Stored items
______________________________
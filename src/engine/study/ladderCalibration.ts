/**
 * Calibrated model variants of the ladder (DESIGN steps 4–5): the base model plus every subset of the candidate
 * factors, each a valid VariantSpec calibrated to the same market instruments.
 *
 * - Black–Scholes: piecewise-constant forward vols reproducing the spot-ATM implied total variance at each grid
 *   expiry up to the deal's last date (σ²_i (T_i − T_{i−1}) = w_i − w_{i−1}, w = σ_imp² T; common practice).
 * - Black–Scholes under Hull–White (fair): the same quotes refitted in closed form. Under the T-forward measure
 *   Var ln F(T) = ∫ σ_S² + 2ρ σ_S σ_r B(t,T) + σ_r² B(t,T)² dt (Rabinovitch 1989; Brigo & Mercurio 2006, Ch. 13–14),
 *   bootstrapped expiry by expiry with a one-dimensional root (Brent) so each quote's variance is matched.
 * - Heston: fitted to the grid quotes up to the deal's last date by COS (Fang & Oosterlee 2008), through the
 *   calibration layer; under Hull–White (fair) by the H1-HW characteristic function (Grzelak & Oosterlee 2011),
 *   an approximation, labelled as such.
 * - Hull–White: a and σ fitted to the currency's caplet vols (normal → Bachelier, lognormal → Black), θ(t) from the
 *   curve; caplet prices in closed form (Brigo & Mercurio 2006, eq. 3.41).
 * - Naive mode: the deterministic-rate equity fit is kept and the rate factor is added without refitting
 *   (labelled: it measures miscalibration as well as the factor).
 *
 * This is the only assembly of the ladder: the study simulates it and the `calibrate` command prints it. The request
 * builders below (`ladderFactors`, `studyLadderRequest`, `snapshotLadderBasis`) give the request a study of a deal
 * would make, or one from a snapshot alone; the fit reports behind the variants come back in `reports`.
 */
import { fail } from '../errors.ts';
import type { DealAnalysis } from '../deal/types.ts';
import type { EquityQuote, MarketSnapshot } from '../market/types.ts';
import type {
  EquityDynamics,
  EquitySpec,
  FxSpec,
  HestonParams,
  HullWhiteParams,
  RateSpec,
  VariantSpec,
} from '../simulation/types.ts';
import { makeCurve } from '../market/curve.ts';
import { isPsd, nearestCorrelation } from '../math/linalg.ts';
import { bsPrice, black76 } from '../models/blackScholes.ts';
import { bachelierPrice } from '../models/bachelier.ts';
import {
  calibrateHeston,
  hestonModelPrices,
  type HestonCalibration,
} from '../calibration/hestonCalibration.ts';
import {
  bsForwardVols,
  bsHullWhiteRefit,
  bsTargetsFromGrid,
} from '../calibration/blackScholesCalibration.ts';
import { calibrateHullWhite, type HullWhiteCalibration } from '../calibration/hullWhiteCalibration.ts';
import { refitHestonUnderRates, type HestonRefit } from '../calibration/hestonRefit.ts';
import { gridQuotes, type VolQuote } from '../calibration/volGrid.ts';
import type { CalibrationMode, FitRow, LadderVariant, StudySettings } from './types.ts';
import { applyRules, candidateFactors, requiredFactors, FACTOR_IDS, type FactorId } from './rules.ts';
import { log } from '../math/detMath.ts';
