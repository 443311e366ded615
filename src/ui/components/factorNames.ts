/** Short names of the stochastic factors and of the market's correlation pairs, as the screens show them. */

const FACTOR_SHORT: Record<string, string> = {
  stochVol: 'Stochastic vol',
  domesticRate: 'Domestic rate',
  foreignRate: 'Foreign rate',
};

/** Short name of a factor id (e.g. `stochVol` → "Stochastic vol"); unknown ids are shown as they are. */
export function factorShortName(id: string): string {
  return FACTOR_SHORT[id] ?? id;
}

const DRIVER: Record<string, (name: string) => string> = {
  eq: (n) => `${n} spot`,
  var: (n) => `${n} variance`,
  rate: (n) => `${n} short rate`,
  fx: (n) => `${n} FX`,
};

/** One correlation driver (`eq:ALDR`, `var:ALDR`, `rate:DOM`, `fx:ASHDOM`) in words; others as they are. */
export function driverName(id: string): string {
  const k = id.indexOf(':');
  const f = k > 0 ? DRIVER[id.slice(0, k)] : undefined;
  return f ? f(id.slice(k + 1)) : id;
}

/** A correlation pair written `a|b` in words, e.g. "ALDR spot – DOM short rate". */
export function pairName(pair: string): string {
  return pair
    .split('|')
    .map((p) => driverName(p))
    .join(' – ');
}
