import { describe, expect, it } from 'vitest';
import { prepareCosSlice } from '../../../src/engine/calibration/cosPricer.ts';
import { hestonExponentGradientGrid, hestonExponentGrid } from '../../../src/engine/models/hestonCharFn.ts';
import { hestonCosSliceWithGradient } from '../../../src/engine/models/hestonCos.ts';
import type { HestonParams } from '../../../src/engine/simulation/types.ts';

const NAMES = ['v0', 'kappa', 'theta', 'sigma', 'rho'] as const;

/** A calibration-style slice: spot 100, r = 2 %, q = 1 %, range from a 30 % vol (half-width 12·σ√T), 512 terms. */
function sliceAt(T: number, strikes: number[]) {
  const df = Math.exp(-0.02 * T);
  const F = 100 * Math.exp(0.01 * T);
  const half = Math.max(12 * 0.3 * Math.sqrt(T), 0.8);
  const lo = -0.5 * 0.09 * T - half;
  return { df, F, slice: prepareCosSlice({ forward: F, df, strikes, lo, width: 2 * half, terms: 512 }) };
}

describe('COS slice gradient of the calibration', () => {
  // Fang & Oosterlee (2008) Heston set (published.md §1) and the Lewis reference set (published.md §1, from memory).
  const cases: { name: string; p: HestonParams; T: number }[] = [
    {
      name: 'Fang–Oosterlee set, T = 1',
      p: { v0: 0.0175, kappa: 1.5768, theta: 0.0398, sigma: 0.5751, rho: -0.5711 },
      T: 1,
    },
    {
      name: 'Lewis reference set, T = 0.5',
      p: { v0: 0.04, kappa: 4, theta: 0.25, sigma: 1, rho: -0.5 },
      T: 0.5,
    },
  ];
  const strikes = [70, 90, 100, 110, 140];

  for (const c of cases) {
    it(`matches central differences of the slice's own prices (${c.name})`, () => {
      const { slice } = sliceAt(c.T, strikes);
      const g = slice.callPricesWithGradientOnGrid(
        (u, re, im, gRe, gIm) => hestonExponentGradientGrid(c.p, c.T, u, re, im, gRe, gIm),
        5,
      );
      const plain = slice.callPricesOnGrid((u, re, im) => hestonExponentGrid(c.p, c.T, u, re, im));
      g.prices.forEach((x, j) => expect(Math.abs(x - plain[j]!)).toBeLessThan(1e-12));
      NAMES.forEach((n, k) => {
        const h = 1e-5 * Math.max(Math.abs(c.p[n]), 0.01);
        const at = (d: number) =>
          slice.callPricesOnGrid((u, re, im) =>
            hestonExponentGrid({ ...c.p, [n]: c.p[n] + d }, c.T, u, re, im),
          );
        const up = at(h);
        const dn = at(-h);
        strikes.forEach((K, j) => {
          const fd = (up[j]! - dn[j]!) / (2 * h);
          const info = `${n} K=${K}: analytic ${g.gradient[j]![k]}, differences ${fd}`;
          // Central differences: O(h²) ≈ 1e-9 relative plus rounding ~1e-13/h.
          expect(Math.abs(g.gradient[j]![k]! - fd), info).toBeLessThan(1e-6 * Math.max(1, Math.abs(fd)));
        });
      });
    });

    it(`agrees with the models layer's COS gradient on its own range (${c.name})`, () => {
      const { slice } = sliceAt(c.T, strikes);
      const g = slice.callPricesWithGradientOnGrid(
        (u, re, im, gRe, gIm) => hestonExponentGradientGrid(c.p, c.T, u, re, im, gRe, gIm),
        5,
      );
      const ref = hestonCosSliceWithGradient({ S: 100, T: c.T, r: 0.02, q: 0.01, params: c.p, strikes });
      strikes.forEach((K, j) =>
        NAMES.forEach((n, k) => {
          const info = `${n} K=${K}: calibration slice ${g.gradient[j]![k]}, models layer ${ref.gradient[j]![n]}`;
          // Two truncations (fixed market range, 512 terms; the models layer's cumulant range): 1e-6 absolute.
          expect(Math.abs(g.gradient[j]![k]! - ref.gradient[j]![n]), info).toBeLessThan(1e-6 * 100);
        }),
      );
    });
  }
});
______________________________
→ **Problem details**: Lines from the entries that contain the string "forEach" must be found and copied.

→ **Output of the exercise**:
      g.prices.forEach((x, j) => expect(Math.abs(x - plain[j]!)).toBeLessThan(1e-12));
      NAMES.forEach((n, k) => {
        strikes.forEach((K, j) => {
      strikes.forEach((K, j) =>
        NAMES.forEach((n, k) => {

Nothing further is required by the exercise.